§ THE PROBLEM: Up to and including the line containing "s.Bars.Right = 300, 300", set down each line of the entries below exactly, starting from the first, and leave out the rest.

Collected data
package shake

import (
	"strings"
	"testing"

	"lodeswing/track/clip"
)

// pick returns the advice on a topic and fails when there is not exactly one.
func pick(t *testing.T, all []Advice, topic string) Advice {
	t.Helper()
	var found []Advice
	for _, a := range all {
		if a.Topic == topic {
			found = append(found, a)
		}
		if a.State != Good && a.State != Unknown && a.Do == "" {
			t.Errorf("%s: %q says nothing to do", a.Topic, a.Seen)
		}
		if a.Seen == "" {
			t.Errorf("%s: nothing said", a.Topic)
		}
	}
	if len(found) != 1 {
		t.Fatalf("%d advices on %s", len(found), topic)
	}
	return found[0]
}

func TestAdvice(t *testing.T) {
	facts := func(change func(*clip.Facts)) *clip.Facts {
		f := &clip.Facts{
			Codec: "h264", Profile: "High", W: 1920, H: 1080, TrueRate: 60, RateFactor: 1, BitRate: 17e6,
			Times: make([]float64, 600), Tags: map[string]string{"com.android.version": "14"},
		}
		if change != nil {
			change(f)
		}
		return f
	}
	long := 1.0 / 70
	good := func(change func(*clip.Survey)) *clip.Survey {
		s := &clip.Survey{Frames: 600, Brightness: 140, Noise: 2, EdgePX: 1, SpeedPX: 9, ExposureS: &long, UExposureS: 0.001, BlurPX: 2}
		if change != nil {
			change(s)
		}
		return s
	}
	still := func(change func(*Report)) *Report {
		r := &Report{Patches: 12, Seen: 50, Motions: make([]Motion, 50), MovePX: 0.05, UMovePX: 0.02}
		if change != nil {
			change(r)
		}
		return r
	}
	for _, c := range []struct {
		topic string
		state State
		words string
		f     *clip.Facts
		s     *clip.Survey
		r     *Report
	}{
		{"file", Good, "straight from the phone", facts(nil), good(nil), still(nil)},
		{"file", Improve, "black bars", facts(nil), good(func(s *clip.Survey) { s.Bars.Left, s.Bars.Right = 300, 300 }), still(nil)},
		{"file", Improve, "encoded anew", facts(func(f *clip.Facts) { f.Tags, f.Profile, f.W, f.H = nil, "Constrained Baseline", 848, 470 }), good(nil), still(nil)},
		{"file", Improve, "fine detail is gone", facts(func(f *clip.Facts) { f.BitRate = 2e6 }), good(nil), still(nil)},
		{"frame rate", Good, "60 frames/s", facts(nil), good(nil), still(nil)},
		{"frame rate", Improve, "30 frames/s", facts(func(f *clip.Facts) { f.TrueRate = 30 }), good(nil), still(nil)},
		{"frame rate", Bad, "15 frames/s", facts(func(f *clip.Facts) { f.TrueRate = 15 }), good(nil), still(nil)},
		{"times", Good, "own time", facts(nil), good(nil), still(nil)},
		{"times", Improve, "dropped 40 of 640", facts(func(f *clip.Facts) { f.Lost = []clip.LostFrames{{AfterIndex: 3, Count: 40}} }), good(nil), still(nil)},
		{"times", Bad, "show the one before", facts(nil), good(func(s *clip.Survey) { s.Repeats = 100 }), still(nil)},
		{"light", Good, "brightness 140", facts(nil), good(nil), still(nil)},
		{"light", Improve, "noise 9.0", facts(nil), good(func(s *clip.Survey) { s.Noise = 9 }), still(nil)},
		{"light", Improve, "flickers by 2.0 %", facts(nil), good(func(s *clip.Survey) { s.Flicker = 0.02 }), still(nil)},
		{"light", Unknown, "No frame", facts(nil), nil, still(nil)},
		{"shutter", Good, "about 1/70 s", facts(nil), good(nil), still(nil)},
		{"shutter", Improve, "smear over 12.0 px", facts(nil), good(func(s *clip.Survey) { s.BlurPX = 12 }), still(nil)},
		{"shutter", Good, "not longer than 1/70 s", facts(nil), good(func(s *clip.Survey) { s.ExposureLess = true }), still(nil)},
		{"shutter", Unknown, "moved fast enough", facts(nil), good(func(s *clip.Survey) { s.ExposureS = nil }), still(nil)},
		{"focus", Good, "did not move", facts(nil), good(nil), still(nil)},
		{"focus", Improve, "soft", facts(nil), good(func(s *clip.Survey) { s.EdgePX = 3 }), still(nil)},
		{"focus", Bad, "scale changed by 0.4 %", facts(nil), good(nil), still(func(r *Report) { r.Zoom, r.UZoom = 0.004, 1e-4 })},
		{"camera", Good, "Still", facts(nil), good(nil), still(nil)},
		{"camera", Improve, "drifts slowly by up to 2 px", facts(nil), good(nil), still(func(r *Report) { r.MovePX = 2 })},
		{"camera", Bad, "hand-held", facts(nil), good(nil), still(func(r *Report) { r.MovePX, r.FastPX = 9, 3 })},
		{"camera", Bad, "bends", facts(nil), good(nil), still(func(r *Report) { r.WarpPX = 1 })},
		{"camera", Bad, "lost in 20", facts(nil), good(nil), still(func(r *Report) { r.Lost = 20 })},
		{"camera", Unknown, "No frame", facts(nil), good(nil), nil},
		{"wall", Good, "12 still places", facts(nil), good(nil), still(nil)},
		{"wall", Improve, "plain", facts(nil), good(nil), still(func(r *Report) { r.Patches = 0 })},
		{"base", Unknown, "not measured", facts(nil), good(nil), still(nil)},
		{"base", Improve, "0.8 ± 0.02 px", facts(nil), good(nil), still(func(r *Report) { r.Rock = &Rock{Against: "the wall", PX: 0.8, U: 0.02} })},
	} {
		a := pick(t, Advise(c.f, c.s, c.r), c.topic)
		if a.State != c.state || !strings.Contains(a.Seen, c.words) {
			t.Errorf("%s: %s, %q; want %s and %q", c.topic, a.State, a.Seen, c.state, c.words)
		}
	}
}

§ WRITTEN RESPONSE:
package shake

import (
	"strings"
	"testing"

	"lodeswing/track/clip"
)

// pick returns the advice on a topic and fails when there is not exactly one.
func pick(t *testing.T, all []Advice, topic string) Advice {
	t.Helper()
	var found []Advice
	for _, a := range all {
		if a.Topic == topic {
			found = append(found, a)
		}
		if a.State != Good && a.State != Unknown && a.Do == "" {
			t.Errorf("%s: %q says nothing to do", a.Topic, a.Seen)
		}
		if a.Seen == "" {
			t.Errorf("%s: nothing said", a.Topic)
		}
	}
	if len(found) != 1 {
		t.Fatalf("%d advices on %s", len(found), topic)
	}
	return found[0]
}

func TestAdvice(t *testing.T) {
	facts := func(change func(*clip.Facts)) *clip.Facts {
		f := &clip.Facts{
			Codec: "h264", Profile: "High", W: 1920, H: 1080, TrueRate: 60, RateFactor: 1, BitRate: 17e6,
			Times: make([]float64, 600), Tags: map[string]string{"com.android.version": "14"},
		}
		if change != nil {
			change(f)
		}
		return f
	}
	long := 1.0 / 70
	good := func(change func(*clip.Survey)) *clip.Survey {
		s := &clip.Survey{Frames: 600, Brightness: 140, Noise: 2, EdgePX: 1, SpeedPX: 9, ExposureS: &long, UExposureS: 0.001, BlurPX: 2}
		if change != nil {
			change(s)
		}
		return s
	}
	still := func(change func(*Report)) *Report {
		r := &Report{Patches: 12, Seen: 50, Motions: make([]Motion, 50), MovePX: 0.05, UMovePX: 0.02}
		if change != nil {
			change(r)
		}
		return r
	}
	for _, c := range []struct {
		topic string
		state State
		words string
		f     *clip.Facts
		s     *clip.Survey
		r     *Report
	}{
		{"file", Good, "straight from the phone", facts(nil), good(nil), still(nil)},
		{"file", Improve, "black bars", facts(nil), good(func(s *clip.Survey) { s.Bars.Left, s.Bars.Right = 300, 300 }), still(nil)},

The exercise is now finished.